Infection control is a critical issue of COVID-19, and 3.8% of healthcare workers in China, were infected [7]. Keeping monitoring equipment at the bedside to avoid infection during transportation of patients is important, and EIT may fill the gap. In a recent guideline on the management of COVID-19 patients, high PEEP and prone position were suggested [8]. However, high PEEP may induce overdistension and barotrauma, whereas prone position may not be beneficial for all subjects. EIT-guided PEEP titration is easy to implement, and might improve clinical outcomes compared to traditional pressure–volume loops [4]. We have used the intercept point to balance overdistension and collapse but other criteria, e.g. limiting collapse or overdistension percentages, may also be considered, depending on the treatment objective. The surviving sepsis campaign guidelines advised against stepwise recruitment maneuvers with the example of increasing PEEP from 25 to 45 cmH2O [8]. Although we used stepwise recruitment maneuver, such high PEEP is strictly forbidden in our internal protocol. Interestingly, the role of EIT during PEEP titration has been proposed by using interspersed short diagnostic recruitment maneuvers in order to infer on the potential of lung recruitment [9, 10]. Previous EIT studies have demonstrated the potential of guiding individual positioning in various patients (e.g. [11]). In the present case, the worsening of blood gasses was puzzling, since the ventilation defect in the left lung compared to right lung was not expected based on the chest X-ray (Additional file 1: Fig. S4). Functional EIT images clearly showed the ventilation distribution, which facilitated the decision making of avoiding left lateral positioning.

EIT helps to predict weaning outcome by assessing the diaphragm recovery [6]. Based on the rationale, we used EIT to select a suitable support level for SBT, which contributed to the successful weaning after prolonged mechanical ventilation for the present case. For ventilation support after extubation, it is important to monitor the respiratory rate and potential changes of lung volume, which could be estimated by the changes of lung impedance measured with EIT. A recent study indicated that overdistension may also occur during HFNC [12]. Combining the detection of pendelluft [13], bedside EIT may provide further insight on lung status, which might be helpful to prevent patient self-inflicted lung injury. Besides the application of selecting a flow rate for HFNC, EIT could also be used to monitor the lung recovery and to identify the need of reintubation.

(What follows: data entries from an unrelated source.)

// What every task needs: the units of work in build order, the plan's key, numbering fixed across
// the parts of a file, and reading / writing one unit's records between phases.
import { open, stat } from "node:fs/promises";
import { compressionOf } from "../sources/open.js";
import { join } from "node:path";
import { defaultId, idFileOf, listFiles } from "../sources/source.js";
import type { LoadedPipeline } from "../pipeline/load.js";
import type { SourceConfig } from "../pipeline/config.js";
import { toolVersion } from "../output/manifest.js";
import { BuildCache } from "../cache/build-cache.js";
import { FrameWriter, readEvents, type UnitEvent } from "../cache/record-events.js";
import { KeyedDirs, keyedApplier } from "../stages/keyed.js";
import type { PhaseMeter } from "./progress.js";
import { SiftpackError, describeSystemError } from "../errors.js";
import { copiesFor } from "./weights.js";
import type { DocRecord, Logger, StageContext } from "../types.js";
import type { Phase, PhasePlan } from "./plan.js";
import { AtomicStream, unitName, type TaskDone } from "./workdir.js";
import { crashPoint } from "../lib/crash-point.js";

export interface Unit {
  u: number;
  source: SourceConfig;
  path: string;
  /** The whole file's size. */
  size: number;
  /** Set when the unit is a part of a large uncompressed JSONL file: bytes [start, end), cut after a newline. */
  range?: { start: number; end: number };
}

/** The bytes of its file a unit covers. */
export const unitBytes = (u: Unit) => (u.range ? u.range.end - u.range.start : u.size);

/**
 * Every unit of work in build order: sources in pipeline order, each source's files sorted by path,
 * and an uncompressed JSONL file larger than `cluster.unit_mb` cut into parts of about that size,
 * each ending after a newline. The cuts depend on the file and unit_mb only, never on the tasks.
 */
export async function unitsOf(p: LoadedPipeline): Promise<Unit[]> {
  const units: Unit[] = [];
  const unitBytes = Math.max(1, Math.round(p.config.cluster.unit_mb * 1e6));
  for (const source of p.config.sources) {
    for (const path of await listFiles(source, p.baseDir)) {
      const abs = join(p.baseDir, path);
      const { size } = await stat(abs).catch((err) => {
        throw new SiftpackError("SP_INPUT_MISSING", `source "${source.name}": cannot read ${path}: ${describeSystemError(err)}`, { cause: err });
      });
      if (source.format !== "jsonl" || compressionOf(path) !== "none" || size <= unitBytes) {
        units.push({ u: units.length, source, path, size });
        continue;
      }
      let start = 0;
      for (const end of await lineCuts(abs, size, unitBytes)) {
        units.push({ u: units.length, source, path, size, range: { start, end } });
        start = end;
      }
    }
  }
  return units;
}

/** Where the parts of a file end: just after the first newline at or past every multiple of `unitBytes`, and at the end. */
async function lineCuts(path: string, size: number, unitBytes: number): Promise<number[]> {
  const cuts: number[] = [];
  const fh = await open(path, "r");
  try {
    const buf = Buffer.allocUnsafe(1 << 16);
    let at = unitBytes;
    while (at < size) {
      let cut = size;
      for (let pos = at; pos < size; pos += buf.length) {
        const { bytesRead } = await fh.read(buf, 0, buf.length, pos);
        const nl = buf.subarray(0, bytesRead).indexOf(10);
        if (nl >= 0) {
          cut = pos + nl + 1;
          break;
        }
        if (bytesRead === 0) break;
      }
      if (cut >= size) break;
      cuts.push(cut);
      at = Math.max(cut, at + unitBytes);
    }
  } finally {
    await fh.close();
  }
  cuts.push(size);
  return cuts;
}

/** Names one plan: the pipeline, the inputs as listed (path and size), the tool and the task counts. */
export function planKey(p: LoadedPipeline, units: Unit[], plan: PhasePlan): string {
  return BuildCache.key({ siftpack: toolVersion(), pipeline: p.hash, units: units.map((u) => [u.source.name, u.path, u.size, u.range?.start ?? null]), phases: plan.phases.map((ph) => [ph.name, ph.tasks]) });
}

/** Everything a task knows about the build: its plan, the inputs, and the markers of the phases before it. */
export interface TaskEnv {
  p: LoadedPipeline;
  plan: PhasePlan;
  key: string;
  units: Unit[];
  phase: Phase;
  index: number;
  /** Markers of every earlier phase, by phase name. */
  done: Map<string, TaskDone[]>;
  log: Logger;
  threads: number;
  meter: PhaseMeter;
}

/**
 * Where the read phase's numbering of a unit is fixed, once, as its records leave the read phase:
 * a part of a file numbers rows (`seq`) from 0 and lines from 1, so the rows and lines of the file's
 * earlier parts are added, and default ids (file and line) are made from the file-wide line.
 */
export interface UnitFix {
  /** Rows and physical lines of the file's earlier parts. */
  rows: number;
  lines: number;
  /** The file as default ids name it (idFileOf). */
  idFile: string;
}

const fixes = new WeakMap<TaskEnv, UnitFix[]>();

export function unitFixes(env: TaskEnv): UnitFix[] {
  let f = fixes.get(env);
  if (!f) fixes.set(env, (f = makeFixes(env)));
  return f;
}

function makeFixes(env: TaskEnv): UnitFix[] {
  const facts = new Map<number, TaskDone["units"][string]>();
  for (const d of env.done.get("read") ?? []) for (const [u, f] of Object.entries(d.units)) facts.set(Number(u), f);
  const out: UnitFix[] = [];
  for (const unit of env.units) {
    const later = unit.range !== undefined && unit.range.start > 0 && unit.u > 0;
    const prev = out[unit.u - 1];
    const before = facts.get(unit.u - 1);
    out.push({ rows: later ? prev.rows + (before?.rows ?? 0) : 0, lines: later ? prev.lines + (before?.lines ?? 0) : 0, idFile: idFileOf(unit.source, env.p.baseDir, unit.path) });
  }
  return out;
}

/** Fixes a record (or a drop) read from the read phase's file of unit u: its row, line and default id. */
export function fixFromRead(env: TaskEnv, u: number, r: { id: string; seq: number; origin: { line: number } }): void {
  const f = unitFixes(env)[u];
  const source = env.units[u].source;
  r.seq += f.rows;
  r.origin.line += f.lines;
  // Named after the file-wide line: the same id for any unit_mb, task count or worker count.
  if (source.id === undefined) r.id = defaultId(source, f.idFile, r.origin.line);
}

/** A unit's records (and, after read, its drops and bad rows) as a phase left them, in record frames. */
export const unitsFile = (work: string, phase: string, u: number) => join(work, phase, "units", `${unitName(u)}.bin`);
/** The drops a later phase made, in record frames. */
export const dropsFile = (work: string, phase: string, u: number) => join(work, phase, "drops", `${unitName(u)}.bin`);
/** Per unit: the summaries of a pass's stages of form `unit`, a JSON array by entry. */
export const summaryFile = (work: string, phase: string, u: number) => join(work, phase, "summaries", `${unitName(u)}.json`);

const materializes = (ph: Phase) => ph.does.kind === "read" || ph.does.kind === "pass" || ph.does.kind === "whole";

/** The phase whose unit files hold the records as they stand before phase `k`, and the keyed stages whose decisions came since. */
export function sourceOf(plan: PhasePlan, k: number): { from: Phase; keyed: number[] } {
  let m = k - 1;
  while (!materializes(plan.phases[m])) m--;
  const keyed: number[] = [];
  // The explicit-id check (index -1) is applied by the pack phase itself.
  for (const ph of plan.phases.slice(m + 1, k)) if (ph.does.kind === "partition" && ph.does.keyed >= 0) keyed.push(ph.does.keyed);
  return { from: plan.phases[m], keyed };
}

/** The files of keyed stage `k` (its index in the pipeline's stages). */
export function keyedDirs(env: TaskEnv, k: number): KeyedDirs {
  const steps = env.plan.keyed.get(k)!;
  const work = env.plan.workDir;
  return new KeyedDirs(join(work, steps.collect), join(work, steps.partition), steps.resolve ? join(work, steps.resolve) : undefined, env.units.length, env.plan.tasks);
}

/** What a keyed step may use: the seed, the pipeline's directory, counters and the log. */
export function stepContext(env: TaskEnv, count: StageContext["count"]) {
  return { seed: env.p.config.seed, baseDir: env.p.baseDir, log: env.log, count };
}

type UnitApplier = (r: DocRecord, ctx: StageContext) => DocRecord | undefined;
const appliers = new WeakMap<TaskEnv, Map<number, Promise<(u: number) => Promise<UnitApplier>>>>();

/** Prepared once per task: every unit's reader applies the same shared results. */
function applierOf(env: TaskEnv, k: number, count: StageContext["count"]): Promise<(u: number) => Promise<UnitApplier>> {
  let m = appliers.get(env);
  if (!m) appliers.set(env, (m = new Map()));
  let a = m.get(k);
  if (!a) {
    const steps = env.plan.keyed.get(k)!;
    m.set(k, (a = keyedApplier(steps.form, steps.entry.options, keyedDirs(env, k), stepContext(env, count))));
  }
  return a;
}

/**
 * The records of unit `u` as they reach phase `k`: numbering fixed (after the read phase), mixture
 * weights of 0 applied (they need the final id), then the decisions of the keyed steps since the
 * last unit files, in pipeline order; drops are reported through `ctx.drop`. `text: false`: the
 * caller does not read the records' text, which is then left out where nothing else needs it;
 * `text: "utf8"`: the caller reads only its UTF-8 bytes (DocRecord.utf8), likewise.
 */
export async function* recordsBefore(env: TaskEnv, k: number, u: number, ctx: StageContext, o: { text?: boolean | "utf8" } = {}): AsyncGenerator<DocRecord> {
  const { from, keyed } = sourceOf(env.plan, k);
  const apply: UnitApplier[] = [];
  for (const s of keyed) apply.push(await (await applierOf(env, s, ctx.count))(u));
  const weight = env.units[u].source.weight;
  const path = unitsFile(env.plan.workDir, from.name, u);
  env.meter.reading(path, 0, await fileSize(path));
  // Text left undecoded only when no keyed step's decision is applied here (an applier may read or edit it).
  next: for await (const e of readEvents(path, { text: keyed.length > 0 ? true : (o.text ?? true) })) {
    if (e.k !== "rec") continue;
    let r: DocRecord | undefined = e.r;
    if (from.does.kind === "read") {
      fixFromRead(env, u, r);
      if (weight !== 1 && copiesFor(weight, `${r.source}\u0000${r.id}`, env.p.config.seed) === 0) {
        ctx.drop(r, "subsampled", { weight });
        continue;
      }
    }
    for (const a of apply) {
      r = a(r!, ctx);
      if (!r) continue next;
    }
    env.meter.records();
    yield r!;
  }
  env.meter.bytes(await fileSize(path));
}

async function fileSize(path: string): Promise<number> {
  return (await stat(path).catch(() => ({ size: 0 }))).size;
}

/** One unit's output of a phase: its records and the drops the phase made, each file complete or absent. */
export class UnitOutput {
  records = 0;
  private readonly frames = new FrameWriter(1 << 20);
  private readonly dropFrames = new FrameWriter();
  private constructor(
    private readonly units: AtomicStream,
    private readonly drops: AtomicStream,
  ) {}

  static async open(work: string, phase: string, u: number): Promise<UnitOutput> {
    return new UnitOutput(await AtomicStream.open(unitsFile(work, phase, u)), await AtomicStream.open(dropsFile(work, phase, u)));
  }

  async add(r: DocRecord): Promise<void> {
    crashPoint("unit-records");
    this.records++;
    this.frames.rec(r);
    if (this.frames.length >= 1 << 20) await this.units.write(this.frames.take());
    if (this.dropFrames.length >= 1 << 20) await this.drops.write(this.dropFrames.take());
  }

  /** Synchronous for stages; written with the records. */
  drop(r: DocRecord, reason: string, detail?: Record<string, unknown>): void {
    this.dropFrames.drop(r, reason, detail);
  }

  async commit(): Promise<void> {
    await this.units.write(this.frames.take());
    await this.drops.write(this.dropFrames.take());
    await this.units.commit();
    await this.drops.commit();
  }

  async abort(): Promise<void> {
    await this.units.abort();
    await this.drops.abort();
  }
}

export type { UnitEvent };

/** A packing group: consecutive units, whole input files only. */
export interface PackGroup {
  g: number;
  units: number[];
  bytes: number;
}

/**
 * Packing groups: consecutive input files in build order, a new group started before the file that
 * would take the group past `groupBytes` (a larger file is a group of its own). Defined by the files
 * alone, never by parts or tasks, so the packed bytes do not depend on how the work is cut.
 */
export function packGroups(units: Unit[], groupBytes: number): PackGroup[] {
  const groups: PackGroup[] = [];
  let cur: PackGroup | undefined;
  for (const unit of units) {
    const firstOfFile = !unit.range || unit.range.start === 0;
    if (firstOfFile && (!cur || (cur.bytes > 0 && cur.bytes + unit.size > groupBytes))) groups.push((cur = { g: groups.length, units: [], bytes: 0 }));
    cur!.units.push(unit.u);
    if (firstOfFile) cur!.bytes += unit.size;
  }
  return groups;
}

The pandemic of COVID-19 is still a current concern at a global level. The daily use of EIT may provide unique information to direct the ventilation management throughout patient ICU stay, from the time of intubation during mechanical ventilation until the time of weaning, to the management of oxygen therapy after extubation in COVID-19 patients. More importantly, this information is provided at the bedside to enable monitoring and adjustment of ventilation management in a timely manner.